Multiverse and the 2 Phase Commit

Currently I’m working on a 2 phase commit in Multiverse; a Java based Software Transactional Memory implementation. The cool thing about the 2 phase commit in Multiverse is that isn’t slow (something most developers fear when they hear about 2 phase commit). It only says that the transactions should do the commit in 2 parts:

1. prepare: make sure that the transaction has no read/write conflicts and make sure that the sources are ‘locked’ so that a commit is going to succeed
2. commit: does the actual writing of the changes

So if multiple transactions need to commit/abort atomically; the all need to be prepared first. If this succeeds, they all can continue to the commit (that is not going to fail). And if the prepare of one of the transactions fails, they are all aborted. A 2 phase commit in Multiverse can be done completely in memory in a single JVM without any network communication, so it is very very fast.

CommitGroup

I’m still working on a nice ’synchronization’ structure called the CommitGroup. The CommitGroup is the token that needs to be shared between all transactions that all need to commit atomically:

CommitGroup group = new CommitGroup();

When a transactions want to participate in the commit group, and are not able to complete it, you can do something like:

group.waitForCommit(transaction)

And if it is the transaction that is able to complete all the commits of the CommitGroup, you can do something like this:

group.completeCommit(transaction)

Isn’t that cool?
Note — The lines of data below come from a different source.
import type { PageState } from "../state/page-state.ts";
import type { CraftDocument } from "../state/plan-document.ts";

/** The craft of the plan, from its file where the plan names one; `null` where there is none that is a craft. */
export async function craftOf({ store }: PageState): Promise<CraftDocument | null> {
  const { craft } = store.plan.peek();
  if (!("file" in craft && typeof craft.file === "string")) return craft;
  const content = store.files.peek().get(craft.file);
  return content === undefined ? null : craftInText(await content.text());
}

/** A craft file's object; what is wrong inside it the core says. */
export function craftInText(text: string): CraftDocument | null {
  try {
    const value: unknown = JSON.parse(text);
    return typeof value === "object" && value !== null && !Array.isArray(value) ? { ...value } : null;
  } catch {
    return null;
  }
}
The 2 phase commit and the CommitGroup are going to be part of Multiverse 0.4 which is going to be released at the end of this month on the new location at Codehaus, including a complete new website with a big reference manual, tutorials, introductions and of course a lot of new features and performance improvements. The main focus is going to shift from creating a cool toy project, to something really usable like Hibernate.
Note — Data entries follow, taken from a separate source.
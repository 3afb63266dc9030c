import type { Dimension } from "../core.ts";

/** Where a value stands in a craft document: keys, and numbers for rows. */
export type CraftPath = readonly (string | number)[];

/** A value that the form asks for. */
export interface CraftField {
  readonly path: CraftPath;
  readonly label: string;
  /** What its unit may measure; empty for a bare number. */
  readonly dimensions: readonly Dimension[];
  /** The unit offered first. */
  readonly unit: string;
  /** What holds where it is left empty; left out where it must be given. */
  readonly otherwise?: string;
}

export interface CraftSection {
  readonly title: string;
  readonly fields: readonly CraftField[];
}

export type ModelName = "table" | "cube" | "rotor" | "wing" | "constant";

export const MODELS: readonly (readonly [ModelName, string])[] = [
  ["table", "table of speed and rate"],
  ["cube", "power law through one point"],
  ["rotor", "rotary wing"],
  ["wing", "fixed wing"],
  ["constant", "the same rate at every speed"],
];

export const RATES: readonly Dimension[] = ["power", "fuel rate by mass", "fuel rate by volume"];

/** The fields of each model; a table's rows are a table of their own. */
export const MODEL_FIELDS: Readonly<Record<ModelName, readonly CraftField[]>> = {
  table: [],
  cube: [
    needed("power.reference.speed", "Reference speed", ["speed"], "kn"),
    needed("power.reference.power", "Power there", ["power"], "kW"),
    bare("power.exponent", "Exponent", "3"),
  ],
  rotor: [
    needed("power.bladeProfilePower", "Blade profile power", ["power"], "W"),
    needed("power.inducedPower", "Induced power", ["power"], "W"),
    needed("power.tipSpeed", "Tip speed", ["speed"], "m/s"),
    needed("power.hoverInducedSpeed", "Hover induced speed", ["speed"], "m/s"),
    bare("power.fuselageDragRatio", "Fuselage drag ratio"),
    bare("power.solidity", "Solidity"),
    needed("power.discArea", "Disc area", ["area"], "m2"),
    optional("power.airDensity", "Air density", ["density"], "kg/m3", "1.225 kg/m3"),
    optional("power.efficiency", "Efficiency", ["share"], "%", "100 %"),
    optional("power.mass", "Mass", ["mass"], "kg", "for climbs"),
  ],
  wing: [
    needed("power.mass", "Mass", ["mass"], "kg"),
    needed("power.wingArea", "Wing area", ["area"], "m2"),
    bare("power.zeroLiftDrag", "Zero-lift drag"),
    bare("power.inducedFactor", "Induced factor"),
    needed("power.efficiency", "Efficiency", ["share"], "%"),
    optional("power.airDensity", "Air density", ["density"], "kg/m3", "1.225 kg/m3"),
  ],
  constant: [needed("power.rate", "Rate", RATES, "kW")],
};

export const SPEEDS: CraftSection = {
  title: "Speeds through the medium",
  fields: [
    optional("speed", "Ordered speed", ["speed"], "kn", "the pace's"),
    optional("speeds.min", "Least speed", ["speed"], "kn", "none"),
    optional("speeds.max", "Greatest speed", ["speed"], "kn", "none"),
  ],
};

export const WINDAGE: CraftSection = {
  title: "Windage",
  fields: [
    optional("windage.frontalArea", "Frontal area", ["area"], "m2", "no windage"),
    bare("windage.dragCoefficient", "Drag coefficient", "none"),
    optional("windage.efficiency", "Efficiency", ["share"], "%", "none"),
    optional("windage.airDensity", "Air density", ["density"], "kg/m3", "1.225 kg/m3"),
  ],
};

export const STORE: CraftSection = {
  title: "Store",
  fields: [
    needed("store.capacity", "Capacity", ["energy", "mass", "volume"], "kWh"),
    optional("store.usable", "Usable", ["share"], "%", "100 %"),
    optional(
      "store.specificConsumption",
      "Specific consumption",
      ["specific consumption"],
      "g/kWh",
      "for fuel",
    ),
    optional("store.density", "Density", ["density"], "kg/L", "for volumes"),
    optional("hotel", "Hotel load", RATES, "kW", "0"),
  ],
};

export const LIMITS: CraftSection = {
  title: "Limits",
  fields: [
    optional("limits.wind", "Greatest wind", ["speed"], "m/s", "none"),
    optional("limits.gust", "Greatest gust", ["speed"], "m/s", "none"),
    optional("limits.groundSpeed", "Least ground speed", ["speed"], "kn", "none"),
    optional("limits.opposedWind", "Wind against current from", ["speed"], "m/s", "8 m/s"),
    optional("limits.opposedCurrent", "… and current from", ["speed"], "m/s", "0.5 m/s"),
  ],
};

/** A path as messages name it: `power.rows[2].rate`. */
export function pathText(path: CraftPath): string {
  return path.reduce<string>(
    (text, part) => (typeof part === "number" ? `${text}[${part}]` : text === "" ? part : `${text}.${part}`),
    "",
  );
}

function needed(path: string, label: string, dimensions: readonly Dimension[], unit: string): CraftField {
  return { path: path.split("."), label, dimensions, unit };
}

function optional(
  path: string,
  label: string,
  dimensions: readonly Dimension[],
  unit: string,
  otherwise: string,
): CraftField {
  return { ...needed(path, label, dimensions, unit), otherwise };
}

function bare(path: string, label: string, otherwise?: string): CraftField {
  return { ...needed(path, label, [], ""), ...(otherwise === undefined ? {} : { otherwise }) };
}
Multiverse: Non Blocking Transactions

If an application is using traditional locks, it it quite hard to use a different model then a thread per operation because once a thread enters a lock (a lock you don’t have any control over), the thread is ‘lost’. With IO there is a special extension (non blocking IO) that makes it possible to bypass this behaviour so you can have one thread serving multiple sockets. But if you use traditional concurrency control then you are on your own.

With Multiverse (a Java based STM implementation) it is not only possible to block on multiple resources (for more information see the retry/orelse primitives in the STM literature), but in the 0.4 release it also is going to be possible to use a single thread to run multiple blocking transactions. For some time the idea was in the back of my mind and I had the gut feeling that it should be possible with STM. But I never gave it any serious thought because there is so much else to do. Last Friday I had a day off and apparently it was a good day because in 30 minutes I had something up and running.

In Multiverse a latch is used to register transactions as ‘being interested’ in changes of transactional objects. A latch is a blocking structure that can be opened, but once it is opened it can’t be closed, and others threads can wait (block) on the opening of the latch. If a retry happens (so a retryerror is thrown) the transactionmanager catches it, creates a latch and registers it at the read objects. Once a change happens on one of the read objects in the transaction, the latch is opened and the transaction can continue (technically it is restarted). But because the transaction/transactionmanager controls which latch implementation is used, there is a lot of design freedom.

How do non blocking transactions work?
Instead of relying on a traditional latch (so based on an intrinsic lock or a java.util.concurrent.locks.Condition), I replaced it with a different implementation:


public class NonBlockingLatch implements Latch {

private final AtomicBoolean open = new AtomicBoolean();
private final Runnable task;

public NonBlockingLatch(Runnable task) {
this.task = task;
}

@Override
public void open() {
if (open.compareAndSet(false, true)) {
tasks.put(task);
}
}

@Override
public boolean isOpen() {
return open.get();
}

@Override
public void awaitUninterruptible() {
throw new UnsupportedOperationException();
}

.....
}


This latch is added to all the transactional objects in the transaction, and it does a callback once it is opened. In this case it does a callback to some taskqueue of an executor and stores the task in the taskqueue so that the transaction can restart. In the 0.4 release of Multiverse an initial version of this functionality will be added.

Why should you want it?
The cool thing about non blocking transactions is that you could create 100.000 transactions for example while using a few hundred threads. You could build a trading system e.g. where transactions wait on some stock price to go under or over some threshold and buy/sell the stocks using a transaction on one or more transactional resources.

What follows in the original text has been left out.